### TASK BRIEF
Below are several records. Retype exactly those lines running from the one with "for e := range g.Data" through the one with "if err != nil || len(c.Residents) != 7", end lines included, and no others.

Collection entries:
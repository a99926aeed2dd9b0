package minimize

import (
	"context"
	"errors"
	"iter"
	"math"
	"math/rand/v2"
	"slices"
	"strings"
	"testing"

	"github.com/tenter-go/tenter/action"
	"github.com/tenter-go/tenter/field"
	"github.com/tenter-go/tenter/lattice"
)

// allenCahn is u″ + u − u³ = 0 on (0, L) with natural ends, on links of length h.
// The histories are narrow rings of two slices, bound so strongly that they are
// equal.
func allenCahn(t *testing.T, long, h float64) *action.Discrete {
	clock := lattice.Axis{Step: 0.25, Sites: 2, Periodic: true}
	line := lattice.Axis{Step: h, Sites: int(long/h+0.5) + 1}
	return newAction(t, clock, line, action.Wave{Potential: action.Phi4{}, Signature: action.Euclidean})
}

// waves yields half waves of every kind that fits, of either sign, and some random
// superpositions of them.
func waves(b lattice.Block, most int) iter.Seq[*field.History] {
	return func(yield func(*field.History) bool) {
		long := b.Space.Length()
		random := rand.New(rand.NewPCG(1, 2))
		for k := range 2*(most+1) + 8 {
			h := field.NewHistory(b, 1)
			for e := range h.Data {
				_, _, i := h.Place(e)
				if k < 2*(most+1) {
					h.Data[e] = 0.9 * float64(1-k%2*2) * math.Cos(float64(k/2)*math.Pi*b.Space.At(i)/long)
				}
			}
			if k >= 2*(most+1) {
				for m := range most + 2 {
					a := 1.5 * (2*random.Float64() - 1)
					for e := range h.Data {
						_, _, i := h.Place(e)
						h.Data[e] += a * math.Cos(float64(m)*math.Pi*b.Space.At(i)/long)
					}
				}
			}
			if !yield(h) {
				return
			}
		}
		yield(field.NewHistory(b, 1))
	}
}

func byResidual(s *action.Discrete) Solve {
	return func(ctx context.Context, start *field.History) (*Found, error) {
		// as many steps as it takes towards φ = 0, where the default, in terms of the
		// solution, would ask for nothing less than zero
		return LeastResidual(ctx, s, nil, start, &Settings{Tolerance: 1e-10})
	}
}

// The Allen–Cahn equation on an interval of length L with natural ends has the
// constants ±1 and 0 and, for each n ≥ 1 with nπ < L, the states ±uₙ of n half
// waves, and no others; uₙ has n unstable directions and 0 as many as there are
// n ≥ 0 with nπ < L [Chafee & Infante 1974, Appl. Anal. 4, 17]. For L = 8 these are
// seven. The energies are E(u₁) = 0.9426708779339267 for L = 8 and, since u₂ is u₁ of
// L = 4 beside its mirror image, E(u₂) = 2 · 0.9005075227916559 (independent
// computation: elliptic functions, 30 digits), and L/4 for 0.
func TestCensusOfAllenCahn(t *testing.T) {
	const long = 8
	want := map[int]float64{1: 0.9426708779339267, 2: 2 * 0.9005075227916559}
	errs := map[int][]float64{}
	for _, h := range []float64{0.4, 0.2, 0.1} {
		s := allenCahn(t, long, h)
		set := &CensusSettings{Of: s, Most: 1e-8, Distance: 1e-3} // states are of order 1 apart
		c, err := TakeCensus(context.Background(), byResidual(s), waves(s.Block(), 2), set)
		if err != nil {
			t.Fatal(err)
		}
		if len(c.Residents) != 7 || c.Starts != 15 {
			t.Fatalf("h = %g: %v", h, c)
		}
		hits := len(c.Failed)
		for k, r := range c.Residents {
			// by action: ±1, ±u₁, ±u₂, 0
			n := []int{0, 0, 1, 1, 2, 2, 3}[k]
			if r.Index != n || !r.Known {
				t.Errorf("h = %g: %v; want the index %d", h, r, n)
			}
			u := r.Found.History
			e := r.Action / s.Block().Time.Length()
			switch n {
			case 0:
				if d := math.Abs(u.At(0, 0, 0)) - 1; math.Abs(d) > 1e-8 || math.Abs(e) > 1e-12 { // the tolerance of the residual over V″ = 2
					t.Errorf("h = %g: constant off by %.3g, energy %.3g", h, d, e)
				}
			case 3:
				if u.MaxAbs() > 1e-8 || math.Abs(e-long/4) > 1e-12 {
					t.Errorf("h = %g: zero is %.3g, energy %.3g", h, u.MaxAbs(), e)
				}
			default:
				if k%2 == 0 {
					errs[n] = append(errs[n], e-want[n])
				}
				if d := r.Action - c.Residents[k^1].Action; math.Abs(d) > 1e-8 { // ± by symmetry, to the tolerance
					t.Errorf("h = %g: actions of ±u%d differ by %.3g", h, n, d)
				}
			}
			hits += r.Hits
			if r.Hits != len(r.Starts) {
				t.Errorf("%v", r)
			}
		}
		if hits != c.Starts {
			t.Errorf("h = %g: %d hits and failures from %d starts", h, hits, c.Starts)
		}

		// Up to the sign there are four.
		set.Symmetries = []func(*field.History) *field.History{func(h *field.History) *field.History {
			g := h.Clone()
			for e := range g.Data {
				g.Data[e] = -g.Data[e]
			}
			return g
		}}
		c, err = TakeCensus(context.Background(), byResidual(s), waves(s.Block(), 2), set)
		if err != nil || len(c.Residents) != 4 {
			t.Errorf("h = %g, up to a sign: %v, %v", h, c, err)
		}
	}
	// Newton's method counts the index itself and finds them from the same starts.
	s := allenCahn(t, long, 0.2)
	c, err := TakeCensus(context.Background(), func(ctx context.Context, start *field.History) (*Found, error) {
		return Stationary(ctx, s, nil, start, &Settings{Tolerance: 1e-10})
	}, waves(s.Block(), 2), &CensusSettings{Distance: 1e-3})
	if err != nil || len(c.Residents) != 7 {
		t.Fatalf("%v: %v", err, c)
	}
	for k, r := range c.Residents {
		if n := []int{0, 0, 1, 1, 2, 2, 3}[k]; r.Index != n || !r.Known {
			t.Errorf("by Newton's method: %v; want the index %d", r, n)
		}
	}
	for n, e := range errs {
		if order := math.Log2(e[1] / e[2]); !(math.Abs(order-2) < 0.05) { // h⁴ beside h² at h = 0.2
			t.Errorf("energy of %d half waves: errors %.4g, order %.3f; want 2", n, e, order)
		}
		if rest := (4*e[2] - e[1]) / 3; math.Abs(rest) > 2e-5 { // h⁴/80 at h = 0.2
			t.Errorf("energy of %d half waves: extrapolated value off by %.3g", n, rest)
		}
	}
}

// The census has the same bits for any number of workers.
func TestCensusDoesNotDependOnWorkers(t *testing.T) {
	s := allenCahn(t, 8, 0.4)
	var first *Census
	for _, workers := range []int{1, 2, 7} {
		c, err := TakeCensus(context.Background(), byResidual(s), waves(s.Block(), 2), &CensusSettings{Of: s, Workers: workers, Distance: 1e-3})
		if err != nil {
			t.Fatal(err)
		}
		if first == nil {
			first = c
			continue
		}
		if len(c.Residents) != len(first.Residents) || c.Starts != first.Starts || len(c.Failed) != len(first.Failed) {
			t.Fatalf("%d workers: %v\nand %v", workers, c, first)
		}
		for k, r := range c.Residents {
			q := first.Residents[k]
			if r.Action != q.Action || r.Index != q.Index || !slices.Equal(r.Starts, q.Starts) || !slices.Equal(r.Found.History.Data, q.Found.History.Data) {
				t.Errorf("%d workers: %v, want %v", workers, r, q)
			}
		}
	}
}

// Failures are listed, and a census that is broken off has what was finished.
func TestCensusStops(t *testing.T) {
	s := allenCahn(t, 8, 0.4)
	odd := errors.New("an odd start")
	number := 0
	solve := func(ctx context.Context, start *field.History) (*Found, error) {
		number++
		if number == 3 {
			return nil, odd
		}
		return LeastResidual(ctx, s, nil, start, nil)
	}
	var lines strings.Builder
	c, err := TakeCensus(context.Background(), solve, waves(s.Block(), 2), &CensusSettings{Workers: 1, Progress: &lines})
	if err != nil || len(c.Failed) != 1 || c.Failed[0].Start != 2 || !errors.Is(c.Failed[0].Err, odd) {
		t.Errorf("%v: %v", err, c)
	}
	if n := strings.Count(lines.String(), "\n"); n != c.Starts || !strings.Contains(lines.String(), "start 2: an odd start") {
		t.Errorf("%s", lines.String())
	}
	if c.Residents[0].Known || !strings.Contains(c.String(), "index unknown") {
		t.Errorf("%v", c)
	}

	ctx, cancel := context.WithCancel(context.Background())
	number = 0
	c, err = TakeCensus(ctx, func(ctx context.Context, start *field.History) (*Found, error) {
		if number++; number == 4 {
			cancel()
			return nil, ctx.Err()
		}
		return LeastResidual(ctx, s, nil, start, nil)
	}, waves(s.Block(), 2), &CensusSettings{Workers: 1})
	if !errors.Is(err, context.Canceled) || c.Starts != 3 || len(c.Failed) != 0 {
		t.Errorf("%v: %v", err, c)
	}

	// No residual but zero itself is that small.
	c, err = TakeCensus(context.Background(), byResidual(s), waves(s.Block(), 2), &CensusSettings{Most: 1e-300})
	var high *HighResidual
	if err != nil || len(c.Failed) == 0 || !errors.As(c.Failed[0].Err, &high) || high.Most != 1e-300 {
		t.Errorf("%v: %v", err, c)
	}
}

func TestWrongCensus(t *testing.T) {
	s := allenCahn(t, 8, 0.4)
	starts := waves(s.Block(), 2)
	for _, tc := range []struct {
		name   string
		solve  Solve
		starts iter.Seq[*field.History]
		set    *CensusSettings
		says   string
	}{
		{"no solve", nil, starts, nil, "without a solve"},
		{"no starts", byResidual(s), nil, nil, "without starts"},
		{"negative distance", byResidual(s), starts, &CensusSettings{Distance: -1}, "distance -1"},
		{"negative workers", byResidual(s), starts, &CensusSettings{Workers: -1}, "-1 workers"},
	} {
		if c, err := TakeCensus(context.Background(), tc.solve, tc.starts, tc.set); err == nil || c != nil || !strings.Contains(err.Error(), tc.says) {
			t.Errorf("%s: %v, %v", tc.name, c, err)
		}
	}
}
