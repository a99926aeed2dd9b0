package minimize

import "github.com/tenter-go/tenter/internal/nested"

// bounds keeps the unknowns between two values by an active set: an unknown
// that stands at a bound and is pushed against it does not move. Steps of the
// others are cut at the bounds, the projected Newton method [Bertsekas 1982,
// SIAM J. Control Optim. 20, 221].
//
// By itself that moves the rim of the active set by about one event a step.
// Sweeps over the model after the cut move it by one event each at a small part
// of the price, so that the number of steps hardly grows with the lattice
// [Gräser & Kornhuber 2009, J. Comput. Math. 27, 1].
type bounds struct {
	low, high []float64
	active    []bool
	count     int
	after     []float64 // see sweep
}

// sweeps follow each step. Ten cost about as much as a factorisation of 10⁴
// unknowns; twenty save few steps more.
const sweeps = 10

// newBounds returns nil for no bounds.
func newBounds(low, high []float64) *bounds {
	if low == nil {
		return nil
	}
	return &bounds{low: low, high: high, active: make([]bool, len(low)), after: make([]float64, len(low))}
}

// choose sets the active set at x for the gradient g, which has the linear
// conditions taken off.
func (b *bounds) choose(x, g []float64) {
	b.count = 0
	for u, v := range x {
		b.active[u] = v <= b.low[u] && g[u] > 0 || v >= b.high[u] && g[u] < 0
		if b.active[u] {
			b.count++
		}
	}
}

// cut shortens the step δ from x so that no unknown passes a bound.
func (b *bounds) cut(delta, x []float64) {
	for u, d := range delta {
		delta[u] = min(max(x[u]+d, b.low[u]), b.high[u]) - x[u]
	}
}

// shorten scales the step δ from x so that no unknown passes a bound; unlike
// cut it keeps the direction, and with it linear conditions.
func (b *bounds) shorten(delta, x []float64) {
	scale := 1.0
	for u, d := range delta {
		switch {
		case x[u]+d > b.high[u]:
			scale = min(scale, (b.high[u]-x[u])/d)
		case x[u]+d < b.low[u]:
			scale = min(scale, (b.low[u]-x[u])/d)
		}
	}
	for u := range delta {
		delta[u] *= scale
	}
	b.cut(delta, x) // for rounding
}

// isolate uncouples the active unknowns in the values of a matrix: their rows
// become those of the identity times their diagonal.
func (b *bounds) isolate(p *nested.Pattern, values []float64) {
	if b.count == 0 {
		return
	}
	for i := range p.N {
		for k := p.Ptr[i]; k < p.Ptr[i+1]; k++ {
			if j := int(p.Adj[k]); j != i && (b.active[i] || b.active[j]) {
				values[k] = 0
			}
		}
	}
}

// sweep improves the step δ from x by one pass of projected Gauss–Seidel over the
// quadratic model gᵀδ + ½δᵀ(H + λ)δ: each unknown in turn goes to its minimum
// between its bounds, so that the model never rises.
func (b *bounds) sweep(h *hessian, lambda float64, g, x, delta []float64) {
	p := h.pattern
	after := b.after // what the unknowns that come later do to each
	clear(after)
	for i := range p.N {
		for k := p.Ptr[i]; k < h.diagonal[i]; k++ {
			after[p.Adj[k]] += h.values[k] * delta[i]
		}
	}
	for i := range p.N {
		slope := g[i] + after[i]
		for k := p.Ptr[i]; k < h.diagonal[i]; k++ {
			slope += h.values[k] * delta[p.Adj[k]]
		}
		if curvature := h.values[h.diagonal[i]] + lambda; curvature > 0 {
			delta[i] = min(max(-slope/curvature, b.low[i]-x[i]), b.high[i]-x[i])
		}
	}
}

### TASK SOLUTION
			for e := range g.Data {
				g.Data[e] = -g.Data[e]
			}
			return g
		}}
		c, err = TakeCensus(context.Background(), byResidual(s), waves(s.Block(), 2), set)
		if err != nil || len(c.Residents) != 4 {
			t.Errorf("h = %g, up to a sign: %v, %v", h, c, err)
		}
	}
	// Newton's method counts the index itself and finds them from the same starts.
	s := allenCahn(t, long, 0.2)
	c, err := TakeCensus(context.Background(), func(ctx context.Context, start *field.History) (*Found, error) {
		return Stationary(ctx, s, nil, start, &Settings{Tolerance: 1e-10})
	}, waves(s.Block(), 2), &CensusSettings{Distance: 1e-3})
	if err != nil || len(c.Residents) != 7 {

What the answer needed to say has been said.